Hello friends! I hope wherever you are you have everything you need and you are keeping healthy.
This past Saturday marked two weeks since I finished a book. I’ve been trying to read the same damn book for over two weeks. The book isn’t terribly long or even that bad. I’d like to blame it on limited time- but I don’t have all that much less time now than I did a few months ago.
I’m hoping it’s not really a reading slump but at the same time, I’m just not as excited about reading as I used to be. It could be that February was chock full of mediocre books. It could be that I’m feeling the pressure of getting through all ten ARCs I have due (although I should note, ten in a month is typically doable for me). It could be that my job is emotionally draining and I really just need to stock up on creative strategies for zombie killing now that all my paranoid
delusions fantasies are coming true:
Maybe it’s all of those things. Maybe it’s none of them.
Either way- I’m feeling frustrated (and perhaps a little disappointed) with myself. Am I just picking the wrong books? Will it even get better when I’m freed up to go back to mood and buddy reading? Complicating matters, I’m not enjoying books I had fully expected to love, and I’m questioning whether I even like the fantasy genre any more.

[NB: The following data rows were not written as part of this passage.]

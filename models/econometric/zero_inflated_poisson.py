"""Zero-inflated Poisson regression of counts on all dyads."""

from __future__ import annotations

from dataclasses import dataclass
from typing import ClassVar

import numpy as np

from steelyard.datasets import Dyads, Floats
from steelyard.models.contract import Convergence, Family, Holdout, Information, Need, Part, Requirements
from steelyard.models.distributions import PoissonLaw, ZeroInflatedLaw
from steelyard.models.econometric.zero_inflated_fit import fit_zero_inflated, inflation_index, part_estimates
from steelyard.models.estimates import Estimates
from steelyard.models.linear_index import LinearIndex, node_pairs
from steelyard.models.measure import Measure

__all__ = ["FittedZeroInflatedPoisson", "ZeroInflatedPoissonModel"]


@dataclass(frozen=True)
class FittedZeroInflatedPoisson:
    """Zero with the probability of one index, else Poisson around the exponential of another."""

    index: LinearIndex
    inflation: LinearIndex
    estimates: Estimates
    n_parameters: int
    convergence: Convergence
    measure: ClassVar[Measure] = Measure.COUNTS

    def expected_weight(self, dyads: Dyads, /) -> Floats:
        return self.distribution(dyads).mean

    def distribution(self, dyads: Dyads, /) -> ZeroInflatedLaw:
        return ZeroInflatedLaw(self.inflation.on(dyads), PoissonLaw(np.exp(self.index.on(dyads))))


@dataclass(frozen=True)
class ZeroInflatedPoissonModel:
    """Poisson counts, but for a share of dyads that are zero in any case.

    Parameters
    ----------
    covariates : names of the covariates that enter the log of the mean beside a constant
    inflation : those that enter the log odds of being zero in any case; empty for the constant alone
    """

    covariates: tuple[str, ...]
    inflation: tuple[str, ...] = ()

    name: ClassVar[str] = "zero_inflated_poisson"
    family: ClassVar[Family] = Family.ECONOMETRIC
    part: ClassVar[Part] = Part.JOINT
    measure: ClassVar[Measure] = Measure.COUNTS
    holdouts: ClassVar[frozenset[Holdout]] = frozenset(Holdout)
    directed: ClassVar[frozenset[bool]] = frozenset({True, False})
    information: ClassVar[Information] = Information.COVARIATES
    requires: ClassVar[Requirements] = Requirements(Need.REQUIRED)
    summary: ClassVar[str] = (
        "Some dyads are zero in any case, with a probability q that has covariates of its own; all others carry "
        "Poisson counts, which may be zero too."
    )
    formula: ClassVar[str] = (
        "P(0) = q + (1 - q) exp(-m),  P(w) = (1 - q) exp(-m) m^w / w!,  log q / (1 - q) = constant + sum of "
        "inflation slope x covariate,  log m = constant + sum of slope x covariate"
    )
    parameters: ClassVar[str] = (
        "maximum likelihood over both indices jointly, from several starts; covariates + 1, and inflation "
        "covariates + 1 unless nothing is inflated"
    )
    caution: ClassVar[str] = (
        "Its likelihood can have more than one maximum. It mends the zeros and not the spread of the weights, and "
        "its slopes, unlike those of plain Poisson, are wrong where the law is. Comparing it with plain Poisson by "
        "Vuong's statistic is no test of zero inflation."
    )
    sources: ClassVar[str] = "Lambert (1992); Burger, van Oort & Linders (2009); Wilson (2015)"

    def fit(self, dyads: Dyads, /) -> FittedZeroInflatedPoisson:
        """Maximum likelihood on all of these dyads, zeros included."""
        designs = [dyads.design(self.covariates), dyads.design(self.inflation)]
        fit = fit_zero_inflated(dyads.counts, designs, node_pairs(dyads), dispersed=False)
        return FittedZeroInflatedPoisson(
            index=LinearIndex.of(fit.found, self.covariates),
            inflation=inflation_index(fit, self.inflation),
            estimates=part_estimates(fit, self.covariates, self.inflation),
            n_parameters=fit.found.rank,
            convergence=fit.convergence,
        )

It’s come to a point where I feel like so many of these books just sound the same: hero goes on epic quest, displaced princess saves the world, enemies to lovers romance! I feel like I’m missing out on the witty banter and exciting action scenes that once seemed to come to me so easily, Six of Crows, The Greatcoats, The Thief. In short, where have all my favorite books gone?
Maybe I’m so stressed out that I don’t feel like I have time to read complex world building and deep characters. I want all flash and no substance. Things I don’t have to think about.
Anyway. It’s enough to make me want to reread all my old favorites: The Last Kingdom and Under the Dome, Too Like the Lightning and maybe even an Anita Blake novel or three. Yes, this slump has reached vampire orgy levels of desperation.
What I came here to ask, is what are your methods for coping with reading slumps? Is it okay to put the ARCs aside for a week or two to get back in the groove? Do I reread an old favorite? Change up my genre?